• [TASK TO COMPLETE]
Somewhere below is a line with "a case with onset lag days before the" and, later, a line with "2.5 = 3.02."; repeat those two lines and all the lines between them, exactly as they are.

• [ENTRIES SUPPLIED]
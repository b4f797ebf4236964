// Package forecast projects case counts by ISO week of onset by simulating the fitted
// branching process in calendar time from the cases known at the analysis date.
package forecast

import (
	"errors"
	"fmt"
	"math"
	"math/rand/v2"
	"runtime"
	"slices"
	"sync"

	"github.com/caseweave/caseweave/pipeline/internal/numeric"
	"github.com/caseweave/caseweave/pipeline/linelist"
	"github.com/caseweave/caseweave/pipeline/offspring"
	"github.com/caseweave/caseweave/pipeline/timing"
)

// Case is a case known at the analysis date: its onset and the people it has infected so
// far (a mean when infectors were inferred).
type Case struct {
	Onset     linelist.Day
	Offspring float64
}

// Options configure Forecast.
type Options struct {
	// AsOf is the analysis date: every case with onset after it is a forecast.
	AsOf linelist.Day
	// Weeks is how many ISO weeks are forecast, from the Monday after AsOf (1 to MaxWeeks).
	Weeks int
	// Serial is the serial-interval distribution.
	Serial timing.SerialInterval
	// Models are the offspring distributions to simulate, one batch of PerModel simulations
	// each: the bootstrap replicates, so that the intervals carry the uncertainty in R and k.
	Models   []offspring.Distribution
	PerModel int
	// ImportsPerWeek adds imported cases with onset after AsOf at this mean weekly rate
	// (Poisson), each starting a chain of its own.
	ImportsPerWeek float64
	// Seed makes the simulations reproducible; simulation s draws from its own stream, so
	// the result does not depend on Workers.
	Seed    uint64
	Workers int
	// MaxCases stops a simulation that has made this many new cases (0: DefaultMaxCases);
	// its counts then bound the truth from below only.
	MaxCases int
	// Delay is the distribution of the days from onset to report, Delay[d] = P(delay = d);
	// nil when every case with onset up to AsOf is in the list. With it, a case's
	// infectees are in the list only once they are reported (see Elapsed).
	Delay []float64
}

// MaxWeeks caps Options.Weeks.
const MaxWeeks = 12

// DefaultMaxCases is the default cap on the new cases of one simulation.
const DefaultMaxCases = 1_000_000

// Week is the predictive distribution of the cases with onset in one ISO week.
type Week struct {
	Start linelist.Day // its Monday
	Mean  float64
	// Median and the central 50% and 90% prediction intervals; an upper end is nil when it
	// falls among simulations stopped at MaxCases.
	Median   *int
	P50, P90 [2]*int
}

// Result is the forecast.
type Result struct {
	Weeks       []Week
	Simulations int
	// Capped counts the simulations stopped at MaxCases.
	Capped int
	// Cases is the number of new cases all simulations made, a measure of their cost.
	Cases int
	// sorted[w] holds every simulation's count for week w in increasing order, +Inf for a
	// capped one: the predictive distribution the quantiles are read from.
	sorted [][]float64
}

// CDF is the predictive probability of at most y cases with onset in week w (0-based):
// the share of the simulations with at most y. A capped simulation counts above every y.
func (r *Result) CDF(w, y int) float64 {
	s := r.sorted[w]
	i, _ := slices.BinarySearchFunc(s, float64(y), func(v, t float64) int {
		if v <= t {
			return -1
		}
		return 1
	})
	return float64(i) / float64(len(s))
}

// ErrNoNuPosterior: the model cannot condition a case's reproduction number on what it has
// done so far (offspring.NuPosterior).
var ErrNoNuPosterior = errors.New("forecast: the offspring model has no individual reproduction number to condition")

// Forecast simulates the branching process forward in calendar time. Each known case with
// onset t_i has the share F_i of its infectees in the list: F(AsOf − t_i + ½) without a
// reporting delay (an infectee's onset is its infector's plus the serial interval rounded
// to the day, so those with X ≤ AsOf − t_i + ½ have had theirs), and with one the share
// also reported by AsOf (Elapsed); given the o_i people it has infected,
// its reproduction number ν_i is drawn from its posterior (for the negative binomial gamma
// with shape k + o_i and rate k/R + F_i, the gamma–Poisson conjugacy: Gelman et al.,
// Bayesian Data Analysis, 3rd ed., 2013, §2.6), so a case that has infected many keeps
// infecting; it infects Poisson(ν_i(1 − F_i)) more people, each with onset t_i + round(X),
// X drawn from the serial interval given that the infectee is not yet listed. Every new
// case draws ν from the prior, Gamma(k, mean R), infects Poisson(ν) people after
// round(X) days, and so on until onsets pass the last forecast week. A new case with onset
// up to AsOf is one not yet reported; each person it infects with onset t up to AsOf has
// been reported already with probability P(D ≤ AsOf − t), and is then one of the known
// cases (whose infector is not in the list), simulated from there: such an infectee is
// dropped, not made twice. This is the
// Bienaymé–Galton–Watson process of the fitted model run in calendar time; the intervals
// are quantiles over all simulations, which mix over Models.
func Forecast(cases []Case, o Options) (*Result, error) {
	if o.Weeks < 1 || o.Weeks > MaxWeeks {
		return nil, fmt.Errorf("forecast: weeks %d outside 1..%d", o.Weeks, MaxWeeks)
	}
	if o.Serial == nil || o.Serial.Validate() != nil {
		return nil, errors.New("forecast: a valid serial interval is needed")
	}
	if len(o.Models) == 0 || o.PerModel < 1 {
		return nil, errors.New("forecast: no offspring models to simulate")
	}
	if !(o.ImportsPerWeek >= 0) || math.IsInf(o.ImportsPerWeek, 0) {
		return nil, fmt.Errorf("forecast: imports per week %v must be finite and ≥ 0", o.ImportsPerWeek)
	}
	type model struct {
		post offspring.NuPosterior
		r    float64
	}
	models := make([]model, len(o.Models))
	for i, d := range o.Models {
		mp, ok := d.(offspring.MixedPoisson)
		if !ok {
			return nil, fmt.Errorf("%w (%s)", ErrNoNuPosterior, d.Name())
		}
		post, ok := mp.IndividualR().(offspring.NuPosterior)
		if !ok {
			return nil, fmt.Errorf("%w (%s)", ErrNoNuPosterior, d.Name())
		}
		r := d.Mean()
		if !(r >= 0) || math.IsInf(r, 0) {
			return nil, fmt.Errorf("forecast: model %d has mean %v", i, r)
		}
		models[i] = model{post, r}
	}
	maxCases := o.MaxCases
	if maxCases <= 0 {
		maxCases = DefaultMaxCases
	}
	delayCDF, err := cumulative(o.Delay)
	if err != nil {
		return nil, err
	}
	days := newDayTable(o.Serial)
	first := o.AsOf.ISOWeekStart() + 7
	last := first + linelist.Day(7*o.Weeks) - 1 // the last Sunday
	// The known cases that may still infect someone with onset up to the last Sunday,
	// with their elapsed share.
	type seed struct {
		onset linelist.Day
		off   float64
		f     float64
	}
	var seeds []seed
	for _, c := range cases {
		if c.Onset > o.AsOf {
			return nil, fmt.Errorf("forecast: a case has onset %v after the analysis date %v", c.Onset, o.AsOf)
		}
		if !(c.Offspring >= 0) || math.IsInf(c.Offspring, 0) {
			return nil, fmt.Errorf("forecast: a case has %v offspring", c.Offspring)
		}
		f := days.elapsed(int(o.AsOf-c.Onset), delayCDF)
		if 1-f < 1e-12 {
			continue // its serial interval has run out: nothing more to come
		}
		seeds = append(seeds, seed{c.Onset, c.Offspring, f})
	}
	total := len(models) * o.PerModel
	counts := make([][]int, total)
	capped := make([]bool, total)
	sizes := make([]int, total)
	workers := o.Workers
	if workers <= 0 {
		workers = runtime.GOMAXPROCS(0)
	}
	workers = min(workers, total)
	var wg sync.WaitGroup
	next := make(chan int)
	for range workers {
		wg.Add(1)
		go func() {
			defer wg.Done()
			var stack []linelist.Day
			for s := range next {
				m := models[s/o.PerModel]
				rng := numeric.StreamRand(o.Seed, s)
				weeks := make([]int, o.Weeks)
				made := 0
				stack = stack[:0]
				// add records a new case; false once the cap is reached.
				add := func(on linelist.Day) bool {
					if on > last {
						return true // beyond the forecast: neither counted nor followed
					}
					if made++; made > maxCases {
						return false
					}
					if on >= first {
						weeks[(on-first)/7]++
					}
					stack = append(stack, on)
					return true
				}
				ok := true
				for _, sd := range seeds {
					nu := m.post.PosteriorSample(rng, m.r, sd.off, sd.f)
					n := numeric.Poisson(rng, nu*(1-sd.f))
					lag := int(o.AsOf - sd.onset)
					for range n {
						if ok = add(sd.onset + days.drawUnseen(rng, lag, sd.f, delayCDF)); !ok {
							break
						}
					}
					if !ok {
						break
					}
				}
				if ok && o.ImportsPerWeek > 0 {
					for d := o.AsOf + 1; d <= last && ok; d++ {
						for range numeric.Poisson(rng, o.ImportsPerWeek/7) {
							if ok = add(d); !ok {
								break
							}
						}
					}
				}
				for ok && len(stack) > 0 {
					on := stack[len(stack)-1]
					stack = stack[:len(stack)-1]
					nu := m.post.PosteriorSample(rng, m.r, 0, 0)
					for range numeric.Poisson(rng, nu) {
						c := on + days.draw(rng.Float64())
						if days.listed(rng, int(o.AsOf-c), delayCDF) {
							continue // in the list already, as a known case of its own
						}
						if ok = add(c); !ok {
							break
						}
					}
				}
				counts[s], capped[s], sizes[s] = weeks, !ok, min(made, maxCases)
			}
		}()
	}
	for s := range total {
		next <- s
	}
	close(next)
	wg.Wait()
	res := &Result{Simulations: total}
	for s, c := range capped {
		if c {
			res.Capped++
		}
		res.Cases += sizes[s]
	}
	for w := range o.Weeks {
		col := make([]float64, total)
		var sum numeric.Sum
		for s := range total {
			v := float64(counts[s][w])
			if capped[s] {
				v = math.Inf(1) // a lower bound only: sorts above every count
			}
			col[s] = v
			sum.Add(float64(counts[s][w]))
		}
		slices.Sort(col)
		wk := Week{Start: first + linelist.Day(7*w), Mean: sum.Value() / float64(total),
			Median: quantile(col, 0.5),
			P50:    [2]*int{quantile(col, 0.25), quantile(col, 0.75)},
			P90:    [2]*int{quantile(col, 0.05), quantile(col, 0.95)}}
		if res.Capped > 0 {
			wk.Mean = math.NaN() // not known: the capped simulations hold only lower bounds
		}
		res.Weeks = append(res.Weeks, wk)
		res.sorted = append(res.sorted, col)
	}
	return res, nil
}

// quantile is the p-quantile of a sorted sample of counts as the inverse of its empirical
// distribution function, the smallest value with at least a share p of the sample at or
// below it (Hyndman & Fan 1996, Am Stat 50:361, definition 1): a count, as a prediction of
// a count must be. Nil when it is +Inf.
func quantile(sorted []float64, p float64) *int {
	i := int(math.Ceil(p*float64(len(sorted)))) - 1
	i = min(max(i, 0), len(sorted)-1)
	v := sorted[i]
	if math.IsInf(v, 1) {
		return nil
	}
	n := int(v)
	return &n
}

// dayTable draws the serial interval rounded to the day, round(X), by inversion of its
// cumulative distribution: cum[d] = P(round(X) ≤ d) = F(d + ½). A uniform u in (F(e), 1)
// gives round(X) given X > e for e = lag + ½, since the event X > lag + ½ is round(X) >
// lag. Beyond the table, where 1 − F is below 1e−13, the continuous quantile is used.
type dayTable struct {
	cum    []float64
	serial timing.SerialInterval
}

// maxTableDays bounds the table of a serial interval with a very long tail.
const maxTableDays = 10_000

func newDayTable(si timing.SerialInterval) dayTable {
	t := dayTable{serial: si}
	for d := 0; d < maxTableDays; d++ {
		c := si.CDF(float64(d) + 0.5)
		t.cum = append(t.cum, c)
		if si.Survival(float64(d)+0.5) < 1e-13 {
			break
		}
	}
	return t
}

func (t dayTable) draw(u float64) linelist.Day {
	if d, _ := slices.BinarySearch(t.cum, u); d < len(t.cum) {
		return linelist.Day(d)
	}
	return linelist.Day(math.Round(t.serial.Quantile(u)))
}

// mass is P(round(X) = d).
func (t dayTable) mass(d int) float64 {
	switch {
	case d < 0 || d >= len(t.cum):
		return 0
	case d == 0:
		return t.cum[0]
	}
	return t.cum[d] - t.cum[d-1]
}

// elapsed is the share of a case's infectees already in the list lag days after its onset:
// without a reporting delay P(round(X) ≤ lag) = F(lag + ½); with one, an infectee with onset
// after round(X) days is listed once its delay D has passed too, so the share is
// Σ_d P(round(X) = d)·P(D ≤ lag − d), the convolution of the two (delayCDF[j] = P(D ≤ j)).
func (t dayTable) elapsed(lag int, delayCDF []float64) float64 {
	if lag < 0 {
		return 0
	}
	if delayCDF == nil {
		if lag < len(t.cum) {
			return t.cum[lag]
		}
		return t.serial.CDF(float64(lag) + 0.5)
	}
	var sum numeric.Sum
	for d := 0; d <= lag && d < len(t.cum); d++ {
		j := min(lag-d, len(delayCDF)-1)
		sum.Add(t.mass(d) * delayCDF[j])
	}
	return math.Min(1, sum.Value())
}

// drawUnseen draws the serial interval, in days, of an infectee not yet in the list lag
// days after its infector's onset, f being elapsed(lag): without a delay by inversion of
// the distribution above lag; with one by rejection (draw the interval and the delay, keep
// them when the report falls after the analysis date), which ends quickly because an unseen
// infectee is drawn only with probability 1 − f; after maxTries the delay is ignored.
func (t dayTable) drawUnseen(rng *rand.Rand, lag int, f float64, delayCDF []float64) linelist.Day {
	if delayCDF != nil {
		for range maxTries {
			d := t.draw(rng.Float64())
			if int(d) > lag {
				return d
			}
			u := rng.Float64()
			delay, _ := slices.BinarySearch(delayCDF, u)
			if int(d)+delay > lag {
				return d
			}
		}
		f = t.elapsed(lag, nil)
	}
	return t.draw(f + rng.Float64()*(1-f))
}

// listed reports, by a draw, whether a new case with onset lag days before the analysis
// date is already in the list: it is with probability P(D ≤ lag). A simulated case with
// onset up to the analysis date is one not yet reported, and the people it has infected
// who have been reported are in the list as known cases (their infector unknown to it), so
// they are simulated from there and must not be made a second time. Without a delay no new
// case has onset up to the analysis date; false for an onset after it.
func (t dayTable) listed(rng *rand.Rand, lag int, delayCDF []float64) bool {
	if lag < 0 || delayCDF == nil {
		return false
	}
	return rng.Float64() < delayCDF[min(lag, len(delayCDF)-1)]
}

// maxTries bounds the rejection of drawUnseen.
const maxTries = 10_000

// cumulative is the running sum of the delay distribution (numeric.Cumulative); nil for nil.
func cumulative(p []float64) ([]float64, error) {
	if p == nil {
		return nil, nil
	}
	c, err := numeric.Cumulative(p)
	if err != nil {
		return nil, fmt.Errorf("forecast: delay: %w", err)
	}
	return c, nil
}

// Elapsed returns the share of its infectees that a case with onset lag days before the
// analysis date has in the list (see Options.Delay; delay nil: no reporting delay). The
// outlook of the chains under way conditions on the same share.
func Elapsed(serial timing.SerialInterval, delay []float64) (func(lag int) float64, error) {
	c, err := cumulative(delay)
	if err != nil {
		return nil, err
	}
	t := newDayTable(serial)
	return func(lag int) float64 { return t.elapsed(lag, c) }, nil
}
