package forecast

import (
	"math"
	"testing"
)

// TestWeightedIntervalScoreHand works Bracher et al. (2021, PLoS Comput Biol 17:e1008618,
// eqs. 1–2) by hand for a forecast with median 10, 50% interval [7, 14] and 90% interval
// [4, 20]:
//   - y = 16: IS_0.5 = 7 + (2/0.5)(16 − 14) = 15, IS_0.1 = 16; WIS = (½·6 + ¼·15 +
//     0.05·16) / 2.5 = 7.55 / 2.5 = 3.02.
//   - y = 2: IS_0.5 = 7 + 4·5 = 27, IS_0.1 = 16 + 20·2 = 56; WIS = (½·8 + ¼·27 + 0.05·56)
//     / 2.5 = 13.55 / 2.5 = 5.42.
//   - y = 10: IS_0.5 = 7, IS_0.1 = 16; WIS = (0 + 1.75 + 0.8) / 2.5 = 1.02.
//
// With the median alone (K = 0 in eq. 2 would be |y − m|), and one interval, the paper's
// remark that α = 1 gives the absolute error: IS_1 of the degenerate interval [m, m] is
// 2|y − m|, and WIS = (½|y − m| + ½·2|y − m|)/1.5 = |y − m|.
func TestWeightedIntervalScoreHand(t *testing.T) {
	ivs := []Interval{{0.5, 7, 14}, {0.1, 4, 20}}
	for _, c := range []struct{ y, want float64 }{{16, 3.02}, {2, 5.42}, {10, 1.02}} {
		if got := WeightedIntervalScore(10, ivs, c.y); math.Abs(got-c.want) > 1e-12 {
			t.Errorf("y = %v: WIS %v, by hand %v", c.y, got, c.want)
		}
	}
	for _, y := range []float64{0, 3, 10, 25} {
		if got := WeightedIntervalScore(10, []Interval{{1, 10, 10}}, y); math.Abs(got-math.Abs(y-10)) > 1e-12 {
			t.Errorf("α = 1 at y = %v: WIS %v, want the absolute error %v", y, got, math.Abs(y-10))
		}
	}
	if !math.IsNaN(WeightedIntervalScore(1, nil, 1)) {
		t.Error("no intervals gave a score")
	}
}
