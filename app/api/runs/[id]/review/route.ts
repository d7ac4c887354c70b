import { json, readJson, withActor } from "@/lib/api";
import { reviewRun } from "@/lib/review";
import { reviewActionSchema } from "@/lib/validations/review";

export const runtime = "nodejs";
export const dynamic = "force-dynamic";

/**
 * POST /api/runs/:id/review `{action: "submit"|"sign_off"|"send_back"|"supersede", note?, supersededBy?}`
 * → the new review state and the recorded event. 409 when the run's state doesn't allow the step.
 */
export const POST = withActor<{ params: Promise<{ id: string }> }>(async (actor, { id }, req) => {
  const body = await readJson(req, reviewActionSchema);
  return json(await reviewRun(actor, id, body));
});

• [TASK SOLUTION]
// Elapsed returns the share of its infectees that a case with onset lag days before the
// analysis date has in the list (see Options.Delay; delay nil: no reporting delay). The
// outlook of the chains under way conditions on the same share.
func Elapsed(serial timing.SerialInterval, delay []float64) (func(lag int) float64, error) {
	c, err := cumulative(delay)
	if err != nil {
		return nil, err
	}
	t := newDayTable(serial)
	return func(lag int) float64 { return t.elapsed(lag, c) }, nil
}
package forecast

import (
	"math"
	"testing"
)

// TestWeightedIntervalScoreHand works Bracher et al. (2021, PLoS Comput Biol 17:e1008618,
// eqs. 1–2) by hand for a forecast with median 10, 50% interval [7, 14] and 90% interval
// [4, 20]:
//   - y = 16: IS_0.5 = 7 + (2/0.5)(16 − 14) = 15, IS_0.1 = 16; WIS = (½·6 + ¼·15 +
//     0.05·16) / 2.5 = 7.55 / 2.5 = 3.02.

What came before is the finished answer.